26/05/12

Dirk hat so langsam so richtig die Schnauze voll!
Immer noch streunt der Sabbat vor der Haustür rum und keiner von diesen „noch so tollen und wissenden“ Vampiren aus der Domäne hat irgendetwas herausgefunden. Wie kann es eigentlich so schwer sein ein paar Sabbatianer in der Domäne zu finden. Die anderen Primogene melden sich nicht und es geht wieder nichts voran.

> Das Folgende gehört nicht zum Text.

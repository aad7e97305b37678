/** Rain height — ITU-R P.839. */
import { checkRange } from './range.js';

/** h_R = h_0 + 0.36 km, h_0 the mean annual 0 °C isotherm height — ITU-R P.839-4 §2. */
export function rainHeightKm(a: { isothermHeightKm: number }): number {
  if (!Number.isFinite(a.isothermHeightKm)) {
    throw new RangeError(`rainHeightKm: isothermHeightKm = ${a.isothermHeightKm} is outside finite km`);
  }
  return a.isothermHeightKm + 0.36;
}

/**
 * Fallback 0 °C isotherm height (km) when the P.839 digital map is not at hand:
 * the latitude rule of an older P.839 edition (from memory, rough; the run must
 * name it as a default). North: 5 km up to 23°, then −0.075 km per degree;
 * south: 5 km down to 21° S, then 5 + 0.1 (φ + 21) km; never below 0.
 */
export function defaultIsothermHeightKm(a: { latitudeDeg: number }): number {
  checkRange('defaultIsothermHeightKm', 'latitudeDeg', a.latitudeDeg, [-90, 90], 'deg');
  const phi = a.latitudeDeg;
  let h: number;
  if (phi > 23) h = 5 - 0.075 * (phi - 23);
  else if (phi >= -21) h = 5;
  else h = 5 + 0.1 * (phi + 21);
  return Math.max(h, 0);
}
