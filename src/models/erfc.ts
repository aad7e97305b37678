/**
 * Complementary error function (Node has none), to near double precision:
 * - |x| < 2.5: erf(x) = (2/√π) e^(−x²) Σ 2ⁿ x^(2n+1) / (1·3·…·(2n+1)) — Abramowitz & Stegun,
 *   Handbook of Mathematical Functions, 7.1.6 (all terms positive, no cancellation); erfc = 1 − erf.
 * - x ≥ 2.5: the continued fraction erfc(x) = (e^(−x²)/√π) / (x + (1/2)/(x + 1/(x + (3/2)/(x + …))))
 *   — A&S 7.1.14, evaluated by the modified Lentz method (Press et al., Numerical Recipes, §5.2).
 * - x < 0: erfc(x) = 2 − erfc(−x).
 */
const INV_SQRT_PI = 1 / Math.sqrt(Math.PI);
const SWITCH = 2.5;

function erfSeries(x: number): number {
  const x2 = x * x;
  let term = x, sum = x;
  for (let n = 1; n < 200; n++) {
    term *= (2 * x2) / (2 * n + 1);
    sum += term;
    if (term < sum * 1e-17) break;
  }
  return 2 * INV_SQRT_PI * Math.exp(-x2) * sum;
}

function erfcContinuedFraction(x: number): number {
  const tiny = 1e-300;
  let f = x, c = x, d = 0;
  for (let n = 1; n < 500; n++) {
    const an = n / 2;
    d = x + an * d;
    d = d === 0 ? tiny : 1 / d;
    c = x + an / c;
    if (c === 0) c = tiny;
    const delta = c * d;
    f *= delta;
    if (Math.abs(delta - 1) < 1e-16) break;
  }
  return (Math.exp(-x * x) * INV_SQRT_PI) / f;
}

export function erfc(x: number): number {
  if (Number.isNaN(x)) return NaN;
  if (x < 0) return 2 - erfc(-x);
  if (x < SWITCH) return 1 - erfSeries(x);
  return erfcContinuedFraction(x);
}

/** Exposed for the cross-check of the two expansions in the tests. */
export const erfcParts = { erfSeries, erfcContinuedFraction };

Also: eine kurze sms an die ganze Domäne geschickt und ein Treffen verlangt. Es sind erbärmlich wenig Vampire aufgetaucht, langsam müssen wir eine Liste führen welche Vampire es überhaupt noch in der Domäne gibt. Gibt es einen Jäger, der die Vampire – einen nach dem anderen – langsam erledigt?
Die neuen Vampire wissen noch nicht einmal über den Sabbat hier Bescheid, unsere Gesprächsbereitschaft muss sich wirklich rühmen lassen!
Ludwig ist rein zufällig heute Abend über den Sabbat „gestolpert“ – wieso nehm ich ihm das nur nicht ab. Wenn ich herausfinde das er das schon länger wusste, vergnüg ich mich ein wenig.
Einen kurzen Plan geschmiedet und auf zum Sabbat. Alle Planung nutzt natürlich gar nichts, während dem kurzen Geplänkel herrscht wieder hoffnungsloses Chaos… Trotz allem schaffen wir es drei Mitglieder des Sabbats zu  pflocken – in zwei von uns landet dabei auch ein Pflock.
Nachdem wir die Vampire zum Haus des Prinzen geschafft haben taucht auch Tatjana auf – in letzter Zeit immer schlecht gelaunt.
Wir befragen diesen tuntigen Russen, der lässt aber nicht viel heraus. Zumindestens wissen wir das sein Rudel vier Mitglieder hatte und eine verschwunden ist und wir die drei übrigen haben. Was nicht heißt, dass es nicht mehr Sabbatianer hier gibt, die wissen anscheinend nichts über die anderen „Rudel“.
Wolf macht kurzen Proßess mit dem Russen und dann auch mit der einen Nosferatu. Den letzten befragen wir dann noch kurz, bevor Ludwig ihn erledigt.
Sabbat erledigt und ein paar Informationen erhalten – Lane hat anscheinend richtig mit denen zusammen gearbeitet – und z.B. auch über mich erzählt.
Der ehemalige Prinz war anscheinend nicht vom Sabbat, was Lane fast schon sicher verurteilt und meinen Kopf auch in Gefahr bringt.